林原風子先輩は脱いだものも簡単に畳みながら着替え、上はTシャツ、下はジャージという出で立ちになる。ちなみに脱いだらすごかったが、見なかったことにする。
森本燐先輩はブレザーをハンガーにかけ、脱いだものを几帳面に畳みながら着替える。黒タイツをスルスルと脱いで、黒いスポーツタイツをまたスルスルと履いたのはちょっとした驚きだったが、それも言わないでおく。

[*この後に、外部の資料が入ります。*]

using CableFault.Tests.Cli;

namespace CableFault.Tests.History;

/// <summary>The 'history' verb in-process: add, list, show, export, check, and its exit codes (DESIGN.md §4).</summary>
public class HistoryCommandTests : IDisposable
{
    private readonly string _folder = Directory.CreateTempSubdirectory("cf-history-cli-").FullName;
    private string Db => Path.Combine(_folder, "runs.db");

    public void Dispose() => Directory.Delete(_folder, recursive: true);

    private CliRunner.Result History(params string[] args) => CliRunner.Run(["history", .. args, "--db", Db]);

    [Fact]
    public void AddListShowExportRoundTrip()
    {
        string install = HistoryFixtures.WriteCsv(_folder, "install.csv", HistoryFixtures.Capture(HistoryFixtures.Installed(), seed: 1));
        var added = History("add", install, "--run", "mast-feeder", "--baseline", "--note", "at handover");
        Assert.True(added.ExitCode == 0, added.Error);
        Assert.Contains("as #1", added.Output);

        var list = History("list");
        Assert.Equal(0, list.ExitCode);
        string row = list.Output.Split('\n')[1];
        Assert.StartsWith("1\t", row);
        Assert.Contains("\tmast-feeder\tinstall.csv\tcurrent\t", row);
        Assert.Contains("at handover", row);

        var show = History("show", "1");
        Assert.Equal(0, show.ExitCode);
        Assert.Contains(HistoryStoreHash(install), show.Output);
        Assert.Contains("\"events\"", show.Output); // the stored locate result
        Assert.Contains("the run's current baseline", show.Output);

        string exported = Path.Combine(_folder, "back.csv");
        var export = History("export", "1", "-o", exported);
        Assert.Equal(0, export.ExitCode);
        Assert.Equal(File.ReadAllBytes(install), File.ReadAllBytes(exported));
    }

    [Fact]
    public void SameFileTwiceIsSaidAndExitsZero()
    {
        string install = HistoryFixtures.WriteCsv(_folder, "install.csv", HistoryFixtures.Capture(HistoryFixtures.Installed(), seed: 1));
        Assert.Equal(0, History("add", install, "--run", "mast").ExitCode);
        var again = History("add", install, "--run", "mast");
        Assert.Equal(0, again.ExitCode);
        Assert.Contains("already stored as #1", again.Output);
        Assert.Equal(2, History("list").Output.Split('\n', StringSplitOptions.RemoveEmptyEntries).Length); // header + one row
    }

    [Fact]
    public void CheckPassesForTheSameRunAndFailsForADamagedOne()
    {
        string install = HistoryFixtures.WriteCsv(_folder, "install.csv", HistoryFixtures.Capture(HistoryFixtures.Installed(), seed: 1));
        string repaired = HistoryFixtures.WriteCsv(_folder, "repaired.csv", HistoryFixtures.Capture(HistoryFixtures.Installed(), seed: 2));
        string damaged = HistoryFixtures.WriteCsv(_folder, "damaged.csv", HistoryFixtures.Capture(HistoryFixtures.Damaged(), seed: 3));
        Assert.Equal(0, History("add", install, "--run", "mast", "--baseline").ExitCode);

        var pass = History("check", repaired, "--run", "mast");
        Assert.True(pass.ExitCode == 0, pass.Output + pass.Error);
        Assert.Contains("verdict: PASS", pass.Output);

        // A 10 Ω partial short at 6 m (ρ ≈ −0.71) is far outside any tolerance: the check must fail.
        var fail = History("check", damaged, "--run", "mast");
        Assert.True(fail.ExitCode == 1, fail.Output + fail.Error);
        Assert.Contains("verdict: FAIL", fail.Output);

        var rows = History("list", "--run", "mast").Output.Split('\n', StringSplitOptions.RemoveEmptyEntries).Skip(1).ToList();
        Assert.Equal(3, rows.Count);
        Assert.Contains("pass vs #1", rows[1]);
        Assert.Contains("fail vs #1", rows[2]);
    }

    [Fact]
    public void CheckWithoutABaselineIsBadInput()
    {
        string trace = HistoryFixtures.WriteCsv(_folder, "t.csv", HistoryFixtures.Capture(HistoryFixtures.Installed(), seed: 1));
        Assert.Equal(0, History("add", trace, "--run", "mast").ExitCode); // stored, but not as baseline
        var result = History("check", trace, "--run", "mast");
        Assert.Equal(2, result.ExitCode);
        Assert.Contains("has no baseline", result.Error);
        Assert.Single(result.Error.Split('\n', StringSplitOptions.RemoveEmptyEntries));
    }

    [Fact]
    public void ForeignDatabaseIsOneLineExitTwoAndUntouched()
    {
        File.WriteAllText(Db, "not a database at all\n");
        string trace = HistoryFixtures.WriteCsv(_folder, "t.csv", HistoryFixtures.Capture(HistoryFixtures.Installed(), seed: 1));
        foreach (var result in new[] { History("add", trace, "--run", "mast"), History("list"), History("show", "1") })
        {
            Assert.Equal(2, result.ExitCode);
            Assert.Single(result.Error.Split('\n', StringSplitOptions.RemoveEmptyEntries));
            Assert.DoesNotContain("Exception", result.Error);
        }
        Assert.Equal("not a database at all\n", File.ReadAllText(Db));
    }

    [Fact]
    public void UnknownIdIsBadInput()
    {
        string trace = HistoryFixtures.WriteCsv(_folder, "t.csv", HistoryFixtures.Capture(HistoryFixtures.Installed(), seed: 1));
        Assert.Equal(0, History("add", trace, "--run", "mast").ExitCode);
        var result = History("export", "7", "-o", Path.Combine(_folder, "x.csv"));
        Assert.Equal(2, result.ExitCode);
        Assert.Contains("no stored trace #7", result.Error);
        Assert.False(File.Exists(Path.Combine(_folder, "x.csv")));
    }

    private static string HistoryStoreHash(string path) =>
        Convert.ToHexStringLower(System.Security.Cryptography.SHA256.HashData(File.ReadAllBytes(path)));
}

準備の整ったところで校門を出る。学校最寄のコンビニの脇を通って住宅街を歩く。普段は走るらしいのだが、今日は新入生歓迎略して新歓のためおしゃべりしながら歩くのだとか。歓迎されるべき新入生ってあたししかいないけど。
踏切を越え、山並みに向かって真っすぐ突き進む。途中、近くの小学校から子どもたちの元気な声が聞こえた。そのあたりから、だんだん道が坂になってくる。
「山が近づいてきて、ワクワクするやろ?」
「え、えぇ、まぁ」
卓美先輩の笑顔に癒されつつも、あたしはぎこちない受け答え。なんとなく空気というかにおいが変わってきたのは感じるけれど、べつにワクワクするような感じではない。むしろ慣れないので緊張感すらある。
「中学の時は何部やったん?」
風子先輩がのんびりした調子で尋ねる。
「いやー特に部活はしてませんでした」
せっかく話しかけてくれたのに、なんと盛り上がらない回答だろうか。
「あっはっは。まぁ東京には近くに山なんかないやろからなー」
「い、いや、山が無かったからではなく……」
「そうですよ卓美。東京にだって山はあります。高尾山とか……」
そう主張するのは燐先輩。思わぬところからちょっと的外れなツッコミ。
「そ、そうかぁ、山あったんか。見直したで、東京」
卓美先輩がバシバシとあたしの背中を叩く。何を見直されたのか意味不明だが、スキンシップがちょっと嬉しい。割と痛いけど。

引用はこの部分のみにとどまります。